At the same time, this is a valid technique, both in terms of API behavior and potential use cases. It's been common to lazy-load sagas as part of a code-split app, and that has often required some complex additional setup work to "inject" sagas. In contrast, dispatch(addListener()) fits naturally into a React component's lifecycle.

So, while we're not specifically encouraging use of this pattern, it's worth documenting here so that users are aware of it as a possibility.

Organizing Listeners in Files

As a starting point, it's best to create the listener middleware in a separate file, such as app/listenerMiddleware.ts, rather than in the same file as the store. This avoids any potential circular import problems from other files trying to import middleware.addListener.

From there, so far we've come up with three different ways to organize listener functions and setup.

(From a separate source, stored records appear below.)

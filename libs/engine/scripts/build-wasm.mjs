#!/usr/bin/env node
// Compiles the sieve kernel (libs/engine/assembly/sieve-kernel.ts) to libs/engine/dist/wasm/sieve-kernel.wasm
// with AssemblyScript from node_modules. Run by `npm run build:node` (so by `prepare`), by the
// test launcher's build and by the libs test setup; skipped when the output is newer than the source.
// Nothing prebuilt is committed or downloaded: the binary always comes from the source here.
import { existsSync, mkdirSync, statSync } from 'node:fs';
import { dirname, join } from 'node:path';
import { execFileSync } from 'node:child_process';
import { fileURLToPath } from 'node:url';

const engine = join(dirname(fileURLToPath(import.meta.url)), '..');
const source = join(engine, 'assembly', 'sieve-kernel.ts');
const output = join(engine, 'dist', 'wasm', 'sieve-kernel.wasm');
const asc = join(engine, '..', '..', 'node_modules', 'assemblyscript', 'bin', 'asc.js');

const fresh = existsSync(output) && statSync(output).mtimeMs > Math.max(statSync(source).mtimeMs, statSync(fileURLToPath(import.meta.url)).mtimeMs);
if (!fresh) {
  if (!existsSync(asc)) {
    process.stderr.write(`build-wasm: AssemblyScript is not installed (${asc}); run npm ci\n`);
    process.exit(1);
  }
  mkdirSync(dirname(output), { recursive: true });
  // No runtime (the kernel allocates nothing), fixed memory of 144 pages (9 MiB, see the layout in
  // the source), optimised for speed; SIMD and bulk memory are WebAssembly features Node 20 has.
  execFileSync(
    process.execPath,
    [asc, source, '--outFile', output, '--runtime', 'stub', '-O3', '--noAssert', '--initialMemory', '144', '--maximumMemory', '144', '--enable', 'simd,bulk-memory'],
    { stdio: 'inherit' },
  );
}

First, you can import effect callbacks from slice files into the middleware file, and add the listeners:

app/listenerMiddleware.ts
import { action1, listener1 } from '../features/feature1/feature1Slice'
import { action2, listener2 } from '../features/feature2/feature2Slice'

listenerMiddleware.startListening({ actionCreator: action1, effect: listener1 })
listenerMiddleware.startListening({ actionCreator: action2, effect: listener2 })

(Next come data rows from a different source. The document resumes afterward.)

import { ConflictException, ForbiddenException, Injectable, NotFoundException } from '@nestjs/common';
import { InjectRepository } from '@nestjs/typeorm';
import { Repository } from 'typeorm';
import type { LockedNotebookDetails, MemberRole, NotebookStatus } from '@cribra/contracts';
import { NotebookEntity } from '../notebooks/notebook.entity';
import { NotebookMemberEntity } from './notebook-member.entity';

/** Everything a person may try to do with a notebook. The one list every permission check uses. */
export type NotebookAction =
  | 'notebook.read'
  | 'notebook.update'
  | 'notebook.delete'
  | 'members.read'
  | 'members.manage'
  | 'cells.edit'
  | 'runs.create'
  | 'runs.cancel'
  | 'uploads.create'
  | 'uploads.delete'
  | 'export'
  | 'audit.read'
  // Review and collaboration (invitations, comments, reviews, locks).
  | 'invitations.read'
  | 'invitations.manage'
  | 'comments.read'
  | 'comments.write'
  | 'comments.resolve'
  | 'review.read'
  | 'review.request'
  | 'review.verify'
  | 'review.decide'
  | 'lock.create'
  | 'lock.read'
  | 'lock.check'
  | 'notebook.duplicate'
  // Published records (the public page itself needs no role: /api/records/:id).
  | 'record.publish'
  | 'record.read';

/** The acting person as the policy needs it. */
export interface Actor {
  id: string;
  siteRole: 'admin' | 'member';
}

/**
 * Roles allowed per action (site admins may do everything except ADMIN_EXCLUDED). The table
 * docs/permissions.md shows and the permission tests iterate over.
 */
export const MATRIX: Record<NotebookAction, readonly MemberRole[]> = {
  'notebook.read': ['owner', 'editor', 'reviewer', 'viewer'],
  'notebook.update': ['owner', 'editor'],
  'notebook.delete': ['owner'],
  'members.read': ['owner', 'editor', 'reviewer', 'viewer'],
  'members.manage': ['owner'],
  'cells.edit': ['owner', 'editor'],
  // Reviewers re-run cells to check them.
  'runs.create': ['owner', 'editor', 'reviewer'],
  'runs.cancel': ['owner', 'editor', 'reviewer'],
  'uploads.create': ['owner', 'editor'],
  'uploads.delete': ['owner', 'editor'],
  export: ['owner', 'editor', 'reviewer', 'viewer'],
  'audit.read': ['owner'],
  'invitations.read': ['owner'],
  'invitations.manage': ['owner'],
  'comments.read': ['owner', 'editor', 'reviewer', 'viewer'],
  // Writing a comment, replying, editing one's own (authorship checked by assertAuthor).
  'comments.write': ['owner', 'editor', 'reviewer'],
  'comments.resolve': ['owner', 'editor', 'reviewer'],
  'review.read': ['owner', 'editor', 'reviewer', 'viewer'],
  'review.request': ['owner'],
  'review.verify': ['owner', 'editor', 'reviewer'],
  'review.decide': ['reviewer'],
  'lock.create': ['owner'],
  'lock.read': ['owner', 'editor', 'reviewer', 'viewer'],
  // Anyone with access can check a lock record by re-running it.
  'lock.check': ['owner', 'editor', 'reviewer', 'viewer'],
  'notebook.duplicate': ['owner', 'editor', 'reviewer', 'viewer'],
  // Publishing and withdrawing a locked notebook's record: the owner's word, like the lock.
  'record.publish': ['owner'],
  'record.read': ['owner', 'editor', 'reviewer', 'viewer'],
};

/** Site admins may not do these unless they hold the role: a sign-off is a reviewer's own word. */
export const ADMIN_EXCLUDED: ReadonlySet<NotebookAction> = new Set<NotebookAction>(['review.decide']);

/** Actions that change a notebook's content: refused on a locked notebook, whoever asks. */
export const CHANGES_CONTENT: ReadonlySet<NotebookAction> = new Set<NotebookAction>([
  'notebook.update',
  'notebook.delete',
  'cells.edit',
  'runs.create',
  'runs.cancel',
  'uploads.create',
  'uploads.delete',
  'comments.write',
  'comments.resolve',
  'review.request',
  'review.verify',
  'review.decide',
  'lock.create',
]);

/** A notebooks row as PostgreSQL returns it. */
interface NotebookRow {
  id: string;
  title: string;
  summary: string;
  tags: string[];
  owner_id: string;
  status: NotebookStatus;
  revision: number;
  required_signoffs: number;
  created_at: Date;
  updated_at: Date;
}

export interface Authorized {
  notebook: NotebookEntity;
  role: MemberRole | null;
}

/**
 * All notebook permission decisions live here (guards and services only ask this service).
 * `can` decides; `authorize` loads the notebook and the membership and throws 404 / 403 / 409.
 */
@Injectable()
export class NotebookPolicyService {
  constructor(
    @InjectRepository(NotebookEntity) private readonly notebooks: Repository<NotebookEntity>,
    @InjectRepository(NotebookMemberEntity) private readonly members: Repository<NotebookMemberEntity>,
  ) {}

  /** Pure decision from the actor's role and the notebook's status. */
  can(actor: Actor, action: NotebookAction, notebook: { status: NotebookStatus }, role: MemberRole | null): boolean {
    if (notebook.status === 'locked' && CHANGES_CONTENT.has(action)) return false;
    if (actor.siteRole === 'admin' && !ADMIN_EXCLUDED.has(action)) return true;
    return role !== null && MATRIX[action].includes(role);
  }

  async roleOf(userId: string, notebookId: string): Promise<MemberRole | null> {
    const m = await this.members.findOne({ where: { notebookId, userId } });
    return m?.role ?? null;
  }

  /** Loads the notebook and checks `action`; 404 unknown, 409 locked, 403 not allowed. */
  async authorize(actor: Actor, action: NotebookAction, notebookId: string): Promise<Authorized> {
    // One round trip for the notebook and the actor's membership (this runs on every notebook request).
    const rows: Array<NotebookRow & { member_role: MemberRole | null }> = await this.notebooks.query(
      `SELECT n.id, n.title, n.summary, n.tags, n.owner_id, n.status, n.revision, n.required_signoffs,
              n.created_at, n.updated_at, m.role AS member_role
         FROM notebooks n LEFT JOIN notebook_members m ON m.notebook_id = n.id AND m.user_id = $2
        WHERE n.id = $1`,
      [notebookId, actor.id],
    );
    if (!rows.length) throw new NotFoundException('Notebook not found');
    const r = rows[0];
    const notebook = Object.assign(new NotebookEntity(), {
      id: r.id, title: r.title, summary: r.summary, tags: r.tags, ownerId: r.owner_id, status: r.status,
      revision: r.revision, requiredSignoffs: r.required_signoffs, createdAt: r.created_at, updatedAt: r.updated_at,
    });
    const role = r.member_role ?? null;
    if (this.can(actor, action, notebook, role)) return { notebook, role };
    if (role === null && (actor.siteRole !== 'admin' || ADMIN_EXCLUDED.has(action))) {
      throw new ForbiddenException('You are not a member of this notebook');
    }
    if (notebook.status === 'locked' && CHANGES_CONTENT.has(action)) {
      const details: LockedNotebookDetails = { reason: 'notebook_locked', notebookId };
      throw new ConflictException({ message: 'This notebook is locked; duplicate it to make changes', details });
    }
    throw new ForbiddenException(`A ${role} of this notebook may not do this (${action})`);
  }

  /** Only the author edits a comment (after `comments.write` was authorized). */
  assertAuthor(actor: Actor, authorId: string): void {
    if (actor.id !== authorId) throw new ForbiddenException('Only its author can edit a comment');
  }
}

This is probably the simplest option, and mirrors how the store setup pulls together all the slice reducers to create the app.

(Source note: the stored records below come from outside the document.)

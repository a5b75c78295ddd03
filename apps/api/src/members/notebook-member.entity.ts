import { Column, CreateDateColumn, Entity, PrimaryColumn } from 'typeorm';
import type { MemberRole } from '@cribra/contracts';

/** One person's role in one notebook; exactly one row per notebook has role 'owner'. */
@Entity('notebook_members')
export class NotebookMemberEntity {
  @PrimaryColumn({ name: 'notebook_id', type: 'uuid' }) notebookId!: string;
  @PrimaryColumn({ name: 'user_id', type: 'uuid' }) userId!: string;
  @Column({ type: 'varchar', length: 16 }) role!: MemberRole;
  @Column({ name: 'added_by', type: 'uuid', nullable: true }) addedBy!: string | null;
  @CreateDateColumn({ name: 'added_at', type: 'timestamptz' }) addedAt!: Date;
}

The second option is the opposite: have the slice files import the middleware and directly add their listeners:

features/feature1/feature1Slice.ts
import { listenerMiddleware } from '../../app/listenerMiddleware'

const feature1Slice = createSlice(/* */)
const { action1 } = feature1Slice.actions

export default feature1Slice.reducer

listenerMiddleware.startListening({
actionCreator: action1,
effect: () => {},
})

This keeps all the logic in the slice, although it does lock the setup into a single middleware instance.

The third option is to create a setup function in the slice, but let the listener file call that on startup:

features/feature1/feature1Slice.ts
import type { AppStartListening } from '../../app/listenerMiddleware'

const feature1Slice = createSlice(/* */)
const { action1 } = feature1Slice.actions

export default feature1Slice.reducer

export const addFeature1Listeners = (startListening: AppStartListening) => {
startListening({
actionCreator: action1,
effect: () => {},
})
}
app/listenerMiddleware.ts
import { addFeature1Listeners } from '../features/feature1/feature1Slice'

addFeature1Listeners(listenerMiddleware.startListening)

Feel free to use whichever of these approaches works best in your app.